Extracted data entries
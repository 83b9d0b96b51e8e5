/**
 * The assay-lab loop (DESIGN §2 step 6): a geologist makes a batch of samples with QA/QC items
 * inserted in a seeded random order, sends its submission sheet to the lab by e-mail, and the lab
 * (or the geologist) sends back a results file that is checked row by row before anything is
 * saved. Every write is one `database.transaction`; a results file either saves whole or not at all.
 */
import { createHash, randomUUID } from 'node:crypto';
import { Op, type Transaction } from 'sequelize';
import { planQcInsertion, type AssayValue } from '../../shared/engine';
import type { CurrentUser } from '../accounts/current-user';
import { assertCan, can } from '../accounts/policy';
import { Pile } from '../capture/pile.model';
import { Sample } from '../capture/sample.model';
import type { Database } from '../db/database';
import { writeCsv } from '../exports/csv';
import { AppError } from '../lib/errors';
import type { MailService, SentMail } from '../mail/mail.service';
import { checkBatches, type QaqcReport, type QcItem } from '../qaqc/batch-qaqc';
import { Site } from '../sites/site.model';
import { currentAssaysBySample, panEstimatesBySample } from './assay-grades';
import { LAB_CUSTODY_FIELDS, type CreateBatchInput, type CustodyInput } from './lab-batch-schemas';
import { AssayResult, LabBatch, LabBatchSample, ReferenceStandard, ResultImport, type BatchItemType } from './lab.models';
import { parseResultsFile, type FileProblem, type ParsedResults, type ResultRow, type RowStatus } from './results-csv';

/** The submission sheet's columns, in order (README: "Lab submission CSV"). */
export const SUBMISSION_COLUMNS = ['batch id', 'position', 'sample code', 'type', 'standard', 'material', 'mass kg', 'method', 'charge g', 'detection limit g/t'] as const;

/** What becomes of a row on save. */
export type RowChange = 'new' | 'unchanged' | 'supersedes' | null;

/** The dry-run (or save) report of a results file. */
export interface ImportReport {
  readonly batchId: string;
  readonly batchCode: string;
  readonly fileName: string;
  readonly fileHash: string;
  readonly isDryRun: boolean;
  readonly fileProblems: readonly FileProblem[];
  readonly rows: readonly (Omit<ResultRow, 'value'> & { readonly valueGpt: number | null; readonly isBelowDetection: boolean; readonly isAboveRange: boolean; readonly detectionLimitGpt: number | null; readonly change: RowChange })[];
  readonly notInFile: readonly string[];
  readonly summary: { readonly rows: number; readonly blocking: number; readonly byStatus: Partial<Record<RowStatus, number>>; readonly changed: number };
  readonly canSave: boolean;
  readonly isAlreadyImported: boolean;
  readonly isSaved: boolean;
  readonly importId: string | null;
  readonly qaqc: QaqcReport;
}

/** A batch as the API shows it; lab users see no types or standards of a blind batch. */
export type BatchView = ReturnType<typeof batchSummary> & {
  readonly items: readonly ItemView[];
  readonly imports: readonly { id: string; fileName: string; fileHash: string; rowCount: number; changedCount: number; importedById: string; importedAt: string }[];
  readonly qaqc: QaqcReport | null;
};

interface ItemView {
  readonly id: string;
  readonly position: number;
  readonly labCode: string;
  readonly itemType: BatchItemType | null;
  readonly isInserted: boolean | null;
  readonly sampleId: string | null;
  readonly sampleCode: string | null;
  readonly standardCode: string | null;
  readonly material: string | null;
  readonly massKg: number | null;
  readonly assay: { valueGpt: number; isBelowDetection: boolean; isAboveRange: boolean; detectionLimitGpt: number | null; rawValue: string } | null;
}
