import type { Migration } from '../migration';

/**
 * Indexes for the Samples screen's sorts (`GET /api/samples?sort=…&direction=…`). Each sort reads
 * `WHERE siteId = ? AND deletedAt IS NULL` in one index's order, forwards for ascending and
 * backwards for descending, so a page never sorts the site's rows:
 * - code: `(siteId, deletedAt, code)`;
 * - wet mass: `(siteId, deletedAt, wetMassKg, collectedAt DESC, code)`. An unknown mass sorts as the
 *   smallest (`ASC NULLS FIRST`); that is where SQLite keeps NULLs in an index anyway, and
 *   PostgreSQL is told so in the key, since its own default puts them last;
 * - pile code: each pile's samples newest first, `(pileId, deletedAt, collectedAt DESC, code)`,
 *   which also serves a pile's own list (`?pileId=`), read so far through `samples(pileId)` and sorted;
 * - type and collected date already have theirs (0007).
 * Portable: addIndex only.
 */
export const sampleSortIndexes: Migration = {
  name: '0009-sample-sort-indexes',
  async up(queryInterface, dialect) {
    const newestFirst = { name: 'collectedAt', order: 'DESC' } as const;
    // Sequelize's types name only ASC and DESC; it writes the key's order text as given.
    const massSmallestFirst = { name: 'wetMassKg', order: (dialect === 'postgres' ? 'ASC NULLS FIRST' : 'ASC') as 'ASC' };
    await queryInterface.addIndex('samples', { name: 'samples_site_live_code', fields: ['siteId', 'deletedAt', 'code'] });
    await queryInterface.addIndex('samples', { name: 'samples_site_live_mass_collected_code', fields: ['siteId', 'deletedAt', massSmallestFirst, newestFirst, 'code'] });
    await queryInterface.addIndex('samples', { name: 'samples_pile_live_collected_code', fields: ['pileId', 'deletedAt', newestFirst, 'code'] });
  },
  async down(queryInterface) {
    await queryInterface.removeIndex('samples', 'samples_pile_live_collected_code');
    await queryInterface.removeIndex('samples', 'samples_site_live_mass_collected_code');
    await queryInterface.removeIndex('samples', 'samples_site_live_code');
  },
};
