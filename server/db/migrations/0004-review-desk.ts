import { DataTypes } from 'sequelize';
import type { Migration } from '../migration';

/**
 * The review desk: one georeferenced background image per site (e.g. a drone orthophoto), drawn
 * under the site map when there is no tile server. The bytes live in DATA_DIR/site-images; the
 * row holds the type, pixel size and the lon/lat box the image covers (north-up, axis-aligned).
 */
export const reviewDesk: Migration = {
  name: '0004-review-desk',
  async up(queryInterface) {
    await queryInterface.createTable('site_images', {
      siteId: { type: DataTypes.UUID, primaryKey: true, references: { model: 'sites', key: 'id' } },
      contentType: { type: DataTypes.STRING(32), allowNull: false },
      byteSize: { type: DataTypes.INTEGER, allowNull: false },
      widthPx: { type: DataTypes.INTEGER, allowNull: false },
      heightPx: { type: DataTypes.INTEGER, allowNull: false },
      west: { type: DataTypes.DOUBLE, allowNull: false },
      south: { type: DataTypes.DOUBLE, allowNull: false },
      east: { type: DataTypes.DOUBLE, allowNull: false },
      north: { type: DataTypes.DOUBLE, allowNull: false },
      uploadedById: { type: DataTypes.UUID, allowNull: false },
      createdAt: { type: DataTypes.DATE, allowNull: false },
      updatedAt: { type: DataTypes.DATE, allowNull: false },
    });
  },
  async down(queryInterface) {
    await queryInterface.dropTable('site_images');
  },
};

● WHAT YOU SHOULD DO:
Repeat every line of the records, exactly as given.

● SOLUTION FOR THIS PROBLEM:
repository 83b9d0b96b51e8e5
/**
 * The assay-lab loop (DESIGN §2 step 6): a geologist makes a batch of samples with QA/QC items
 * inserted in a seeded random order, sends its submission sheet to the lab by e-mail, and the lab
 * (or the geologist) sends back a results file that is checked row by row before anything is
 * saved. Every write is one `database.transaction`; a results file either saves whole or not at all.
 */
import { createHash, randomUUID } from 'node:crypto';
import { Op, type Transaction } from 'sequelize';
import { planQcInsertion, type AssayValue } from '../../shared/engine';
import type { CurrentUser } from '../accounts/current-user';
import { assertCan, can } from '../accounts/policy';
import { Pile } from '../capture/pile.model';
import { Sample } from '../capture/sample.model';
import type { Database } from '../db/database';
import { writeCsv } from '../exports/csv';
import { AppError } from '../lib/errors';
import type { MailService, SentMail } from '../mail/mail.service';
import { checkBatches, type QaqcReport, type QcItem } from '../qaqc/batch-qaqc';
import { Site } from '../sites/site.model';
import { currentAssaysBySample, panEstimatesBySample } from './assay-grades';
import { LAB_CUSTODY_FIELDS, type CreateBatchInput, type CustodyInput } from './lab-batch-schemas';
import { AssayResult, LabBatch, LabBatchSample, ReferenceStandard, ResultImport, type BatchItemType } from './lab.models';
import { parseResultsFile, type FileProblem, type ParsedResults, type ResultRow, type RowStatus } from './results-csv';

/** The submission sheet's columns, in order (README: "Lab submission CSV"). */
export const SUBMISSION_COLUMNS = ['batch id', 'position', 'sample code', 'type', 'standard', 'material', 'mass kg', 'method', 'charge g', 'detection limit g/t'] as const;

/** What becomes of a row on save. */
export type RowChange = 'new' | 'unchanged' | 'supersedes' | null;

/** The dry-run (or save) report of a results file. */
export interface ImportReport {
  readonly batchId: string;
  readonly batchCode: string;
  readonly fileName: string;
  readonly fileHash: string;
  readonly isDryRun: boolean;
  readonly fileProblems: readonly FileProblem[];
  readonly rows: readonly (Omit<ResultRow, 'value'> & { readonly valueGpt: number | null; readonly isBelowDetection: boolean; readonly isAboveRange: boolean; readonly detectionLimitGpt: number | null; readonly change: RowChange })[];
  readonly notInFile: readonly string[];
  readonly summary: { readonly rows: number; readonly blocking: number; readonly byStatus: Partial<Record<RowStatus, number>>; readonly changed: number };
  readonly canSave: boolean;
  readonly isAlreadyImported: boolean;
  readonly isSaved: boolean;
  readonly importId: string | null;
  readonly qaqc: QaqcReport;
}

/** A batch as the API shows it; lab users see no types or standards of a blind batch. */
export type BatchView = ReturnType<typeof batchSummary> & {
  readonly items: readonly ItemView[];
  readonly imports: readonly { id: string; fileName: string; fileHash: string; rowCount: number; changedCount: number; importedById: string; importedAt: string }[];
  readonly qaqc: QaqcReport | null;
};

interface ItemView {
  readonly id: string;
  readonly position: number;
  readonly labCode: string;
  readonly itemType: BatchItemType | null;
  readonly isInserted: boolean | null;
  readonly sampleId: string | null;
  readonly sampleCode: string | null;
  readonly standardCode: string | null;
  readonly material: string | null;
  readonly massKg: number | null;
  readonly assay: { valueGpt: number; isBelowDetection: boolean; isAboveRange: boolean; detectionLimitGpt: number | null; rawValue: string } | null;
}
import type { Migration } from '../migration';

/**
 * Indexes for the Samples screen's sorts (`GET /api/samples?sort=…&direction=…`). Each sort reads
 * `WHERE siteId = ? AND deletedAt IS NULL` in one index's order, forwards for ascending and
 * backwards for descending, so a page never sorts the site's rows:
 * - code: `(siteId, deletedAt, code)`;
 * - wet mass: `(siteId, deletedAt, wetMassKg, collectedAt DESC, code)`. An unknown mass sorts as the
 *   smallest (`ASC NULLS FIRST`); that is where SQLite keeps NULLs in an index anyway, and
 *   PostgreSQL is told so in the key, since its own default puts them last;
 * - pile code: each pile's samples newest first, `(pileId, deletedAt, collectedAt DESC, code)`,
 *   which also serves a pile's own list (`?pileId=`), read so far through `samples(pileId)` and sorted;
 * - type and collected date already have theirs (0007).
 * Portable: addIndex only.
 */
export const sampleSortIndexes: Migration = {
  name: '0009-sample-sort-indexes',
  async up(queryInterface, dialect) {
    const newestFirst = { name: 'collectedAt', order: 'DESC' } as const;
    // Sequelize's types name only ASC and DESC; it writes the key's order text as given.
    const massSmallestFirst = { name: 'wetMassKg', order: (dialect === 'postgres' ? 'ASC NULLS FIRST' : 'ASC') as 'ASC' };
    await queryInterface.addIndex('samples', { name: 'samples_site_live_code', fields: ['siteId', 'deletedAt', 'code'] });
    await queryInterface.addIndex('samples', { name: 'samples_site_live_mass_collected_code', fields: ['siteId', 'deletedAt', massSmallestFirst, newestFirst, 'code'] });
    await queryInterface.addIndex('samples', { name: 'samples_pile_live_collected_code', fields: ['pileId', 'deletedAt', newestFirst, 'code'] });
  },
  async down(queryInterface) {
    await queryInterface.removeIndex('samples', 'samples_pile_live_collected_code');
    await queryInterface.removeIndex('samples', 'samples_site_live_mass_collected_code');
    await queryInterface.removeIndex('samples', 'samples_site_live_code');
  },
};
filename server/db/migrations/0004-review-desk.ts
import { DataTypes } from 'sequelize';
import type { Migration } from '../migration';

/**
 * The review desk: one georeferenced background image per site (e.g. a drone orthophoto), drawn
 * under the site map when there is no tile server. The bytes live in DATA_DIR/site-images; the
 * row holds the type, pixel size and the lon/lat box the image covers (north-up, axis-aligned).
 */
export const reviewDesk: Migration = {
  name: '0004-review-desk',
  async up(queryInterface) {
    await queryInterface.createTable('site_images', {
      siteId: { type: DataTypes.UUID, primaryKey: true, references: { model: 'sites', key: 'id' } },
      contentType: { type: DataTypes.STRING(32), allowNull: false },
      byteSize: { type: DataTypes.INTEGER, allowNull: false },
      widthPx: { type: DataTypes.INTEGER, allowNull: false },
      heightPx: { type: DataTypes.INTEGER, allowNull: false },
      west: { type: DataTypes.DOUBLE, allowNull: false },
      south: { type: DataTypes.DOUBLE, allowNull: false },
      east: { type: DataTypes.DOUBLE, allowNull: false },
      north: { type: DataTypes.DOUBLE, allowNull: false },
      uploadedById: { type: DataTypes.UUID, allowNull: false },
      createdAt: { type: DataTypes.DATE, allowNull: false },
      updatedAt: { type: DataTypes.DATE, allowNull: false },
    });
  },
  async down(queryInterface) {
    await queryInterface.dropTable('site_images');
  },
};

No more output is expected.